Please, report issues at https://github.com/CHIP-SPV/chipStar/issues.
-- Could NOT find CUDA (missing: CUDA_TOOLKIT_ROOT_DIR CUDA_INCLUDE_DIRS CUDA_CUDART_LIBRARY) (found version "clang version 15.0.7 (https://github.com/llvm/llvm-project 8dfdcc7b7bf66834a761bd8de445840ef68e4d1a)
Target: x86_64-unknown-linux-gnu
Thread model: posix
InstalledDir: /home/zozo/test-yocto-4.3-gh/tmp-sicom-glibc/work/corei7-64-oe-linux/python3-pytorch/2.3.1/recipe-sysroot-native/usr/bin

.clang version 15.0.7 (https://github.com/llvm/llvm-project 8dfdcc7b7bf66834a761bd8de445840ef68e4d1a)
Target: x86_64-unknown-linux-gnu
Thread model: posix
InstalledDir: /home/zozo/test-yocto-4.3-gh/tmp-sicom-glibc/work/corei7-64-oe-linux/python3-pytorch/2.3.1/recipe-sysroot-native/usr/bin

")
CMake Warning at cmake/public/cuda.cmake:31 (message):
  Caffe2: CUDA cannot be found.  Depending on whether you are building Caffe2
  or a Caffe2 dependent library, the next warning / error will give you more
  info.
Call Stack (most recent call first):
  cmake/Dependencies.cmake:44 (include)
  CMakeLists.txt:754 (include)

CMake Warning at cmake/Dependencies.cmake:80 (message):
  Not compiling with CUDA.  Suppress this warning with -DUSE_CUDA=OFF.
Call Stack (most recent call first):
  CMakeLists.txt:754 (include)

So chipStar is not a complete CUDA replacement yet. Maybe chipStar and ZLUDA can join the effort.
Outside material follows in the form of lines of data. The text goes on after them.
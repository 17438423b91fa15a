// A robot against its program's rule profile, and the event kit: spares of every plate and of
// every decal marked as needed at events, batched by film.
import { createError } from 'h3'
import { sql } from 'kysely'
import { jsonArrayFrom } from 'kysely/helpers/postgres'
import { checkRobotPlates, scaleToPlacement, type PlacedPlate } from '../../shared/plates/check'
import type { RobotSide } from '../../shared/plates/profiles'
import type { EventKit, PlateFacts, RobotPlateCheck } from '../../shared/types/plates'
import { inTransaction, type Db } from '../platform/db'
import { flags, type Actor } from '../policy'
import { queueCuts } from '../jobs/service'
import { createBatch } from '../batches/service'
import type { RobotRow } from '../robots/queries'
import { chosenProfile, resolveProfile } from './queries'

/** The robot's placements of generated plate layers (not the removed ones). */
function platePlacements(db: Db, robotId: number) {
  return db.selectFrom('placement')
    .innerJoin('revision', 'revision.id', 'placement.revision_id')
    .innerJoin('artwork', 'artwork.id', 'revision.artwork_id')
    .innerJoin('film', 'film.id', 'placement.film_id')
    .select(['placement.id', 'placement.side', 'placement.spot', 'placement.width_mm', 'placement.quantity', 'placement.spares', 'placement.film_id',
      'revision.width_mm as revision_width', 'revision.height_mm as revision_height', 'artwork.title',
      sql<PlateFacts>`revision.plate`.as('plate'), 'film.colour as film_colour', 'film.name as film_name', 'film.cleared as film_cleared', 'film.retired as film_retired',
      // A layered plate's film per layer, bottom first: the colours the check reads.
      (eb) => jsonArrayFrom(eb.selectFrom('placement_layer_film as plf').innerJoin('film as lf', 'lf.id', 'plf.film_id')
        .select(['plf.position', 'lf.colour']).whereRef('plf.placement_id', '=', 'placement.id').orderBy('plf.position')).as('layer_films')])
    .where('placement.robot_id', '=', robotId).where('placement.removed_at', 'is', null).where('revision.origin', '=', 'generated')
    .orderBy('placement.id').execute()
}

type PlateRow = Awaited<ReturnType<typeof platePlacements>>[number]

/** The robot's placements whose spares travel in the event kit: every plate layer and every decal marked as needed at events. */
function kitPlacements(db: Db, robotId: number) {
  return db.selectFrom('placement')
    .innerJoin('revision', 'revision.id', 'placement.revision_id')
    .innerJoin('artwork', 'artwork.id', 'revision.artwork_id')
    .innerJoin('film', 'film.id', 'placement.film_id')
    .select(['placement.id', 'placement.spot', 'placement.width_mm', 'placement.spares', 'placement.film_id', 'artwork.title',
      'film.name as film_name', 'film.cleared as film_cleared', 'film.retired as film_retired'])
    .where('placement.robot_id', '=', robotId).where('placement.removed_at', 'is', null)
    .where((eb) => eb.or([eb('revision.origin', '=', 'generated'), eb('placement.needed_at_events', '=', true)]))
    .orderBy('placement.id').execute()
}

/** The film colour a layered plate's placement gives the layer of this role (null: no such layer). */
function layerColour(row: PlateRow, role: 'numerals' | 'background'): string | null {
  const layer = row.plate.layers?.find((l) => l.role === role)
  return layer ? row.layer_films.find((f) => f.position === layer.position)?.colour ?? null : null
}

/**
 * The plates as the check sees them: each numerals placement with a side is a plate. A layered
 * plate carries its background: the colours are those of the films chosen for its layers. An
 * older plate of one artwork per colour has its background in the placement of the same
 * generated plate's background layer on the same side.
 * Sizes are measured on the revision's vector and scaled to the placement's width.
 */
export function placedPlates(rows: PlateRow[]): { row: PlateRow; plate: PlacedPlate }[] {
  const numerals = rows.filter((r) => r.plate.role === 'numerals' && r.side !== null)
  return numerals.map((row) => {
    const layered = row.plate.layers !== undefined
    const under = layered ? null : rows.find((b) => b.plate.role === 'background' && b.plate.group === row.plate.group && b.side === row.side)
    const m = row.plate.measured
    const scaled = scaleToPlacement({
      numeralHeightMm: m.tallestPieceMm, strokeMm: m.strokeMm, marginMm: m.marginMm,
      plateWidthMm: m.plateWidthMm ?? row.revision_width, plateHeightMm: m.plateHeightMm ?? row.revision_height,
    }, row.revision_width, row.width_mm)
    return {
      row,
      plate: {
        side: row.side as RobotSide, spot: row.spot, ...scaled,
        backgroundColour: layered ? layerColour(row, 'background') : under ? under.film_colour : null,
        numeralColour: layered ? layerColour(row, 'numerals') : row.film_colour,
        quantity: row.quantity, spares: row.spares,
      },
    }
  })
}

export async function robotPlateCheck(db: Db, actor: Actor, robot: RobotRow): Promise<RobotPlateCheck> {
  const [chosen, rows, kit] = await Promise.all([chosenProfile(db, robot.programId), platePlacements(db, robot.id), kitPlacements(db, robot.id)])
  const profile = chosen ? resolveProfile(chosen) : null
  const plates = placedPlates(rows)
  return {
    profile: chosen && profile
      ? { id: chosen.id, name: chosen.name, competition: profile.competition, season: profile.season, manual: profile.manual, notice: profile.notice }
      : null,
    results: profile ? checkRobotPlates(profile, plates.map((p) => p.plate)) : [],
    plates: plates.map(({ row, plate }) => ({
      placementId: row.id, side: plate.side, title: row.title, numeralHeightMm: plate.numeralHeightMm, strokeMm: plate.strokeMm,
      numeralColour: plate.numeralColour, backgroundColour: plate.backgroundColour,
    })),
    kitPlacements: kit.length,
    can: flags(actor, ['placement.reprint'], robot),
  }
}

export const EVENT_KIT_REASON = 'Event kit: spares to travel with the robot.'

/**
 * Queues spares of every plate layer placed on the robot and of every decal marked as needed
 * at events: one reprint job per placement, or per layer of a layered one (its spares, at least
 * one), gathered into one batch per film (a batch is cut from one film), all in one transaction:
 * the kit is queued whole or not at all. The caller has found the robot and checked `placement.reprint`.
 */
export async function queueEventKit(db: Db, actor: Actor, robot: RobotRow): Promise<EventKit> {
  return inTransaction(db, async (trx) => {
    // Lock the robot's placements so an edit at the same time waits for the kit.
    await trx.selectFrom('placement').select('id').where('robot_id', '=', robot.id).where('removed_at', 'is', null).forUpdate().execute()
    const rows = await kitPlacements(trx, robot.id)
    if (rows.length === 0) {
      throw createError({ statusCode: 409, message: 'Nothing on this robot goes in the event kit: place a plate, or mark a decal as needed at events.' })
    }
    const blocked = rows.find((r) => !r.film_cleared || r.film_retired)
    if (blocked) {
      throw createError({ statusCode: 422, message: `“${blocked.title}” is placed in ${blocked.film_name}, which may not be cut now: place it again in another film, then queue the kit.` })
    }
    const jobIds: number[] = []
    const films = new Map<number, { filmName: string; jobIds: number[]; copies: number }>()
    const quantityOf = (r: (typeof rows)[number]) => Math.max(r.spares, 1)
    // A layered decal is one job per layer, each in its layer's film: each joins its film's
    // batch. Queued together, so the operators get one mail for the whole kit.
    const queuedIds = await queueCuts(trx, actor, rows.map((r) => ({
      placementId: r.id, filmId: r.film_id, kind: 'reprint' as const, quantity: quantityOf(r), widthMm: r.width_mm, reason: EVENT_KIT_REASON,
      teamId: robot.teamId, robotId: robot.id, robotName: robot.name, title: r.title, spot: r.spot,
    })))
    for (const [i, r] of rows.entries()) {
      const queued = await trx.selectFrom('job').innerJoin('film', 'film.id', 'job.film_id').select(['job.id', 'job.film_id', 'film.name'])
        .where('job.id', 'in', queuedIds[i]!).orderBy('job.id').execute()
      for (const j of queued) {
        const film = films.get(j.film_id) ?? { filmName: j.name, jobIds: [], copies: 0 }
        jobIds.push(j.id)
        film.jobIds.push(j.id)
        film.copies += quantityOf(r)
        films.set(j.film_id, film)
      }
    }
    const batches: EventKit['batches'] = []
    for (const [filmId, f] of films) batches.push({ id: (await createBatch(trx, actor, f.jobIds)).id, filmId, ...f })
    return { jobIds, copies: batches.reduce((n, b) => n + b.copies, 0), batches }
  })
}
ZLUDA seems to already have a CUDA runtime library, at least in one of the forks. But it's ROCm-only now after switching away from Intel-only.

I like the idea of chipStar, i.e. using any conformant OpenCL implementation to replace CUDA, that may also be Mesa Rusticl on any supported GPU in the long run.

pvelesko commented 2 weeks ago

PyTorch looks for more things and failing to find them, its CMake build system disables using CUDA:

Compiling CUDA Cmake projects is not well tested yet but in terms of getting PyTorch compiled a bigger issue here would be supporting non-core HIP/CUDA APIs such as cuDNN/MIOpen.

Maybe chipStar and ZLUDA can join the effort

ZLUDA has a different approach from chipStar and is only looking to support AMD hardware whereas we support Intel, AMD, Nvidia, and ARM - all to different extents of course.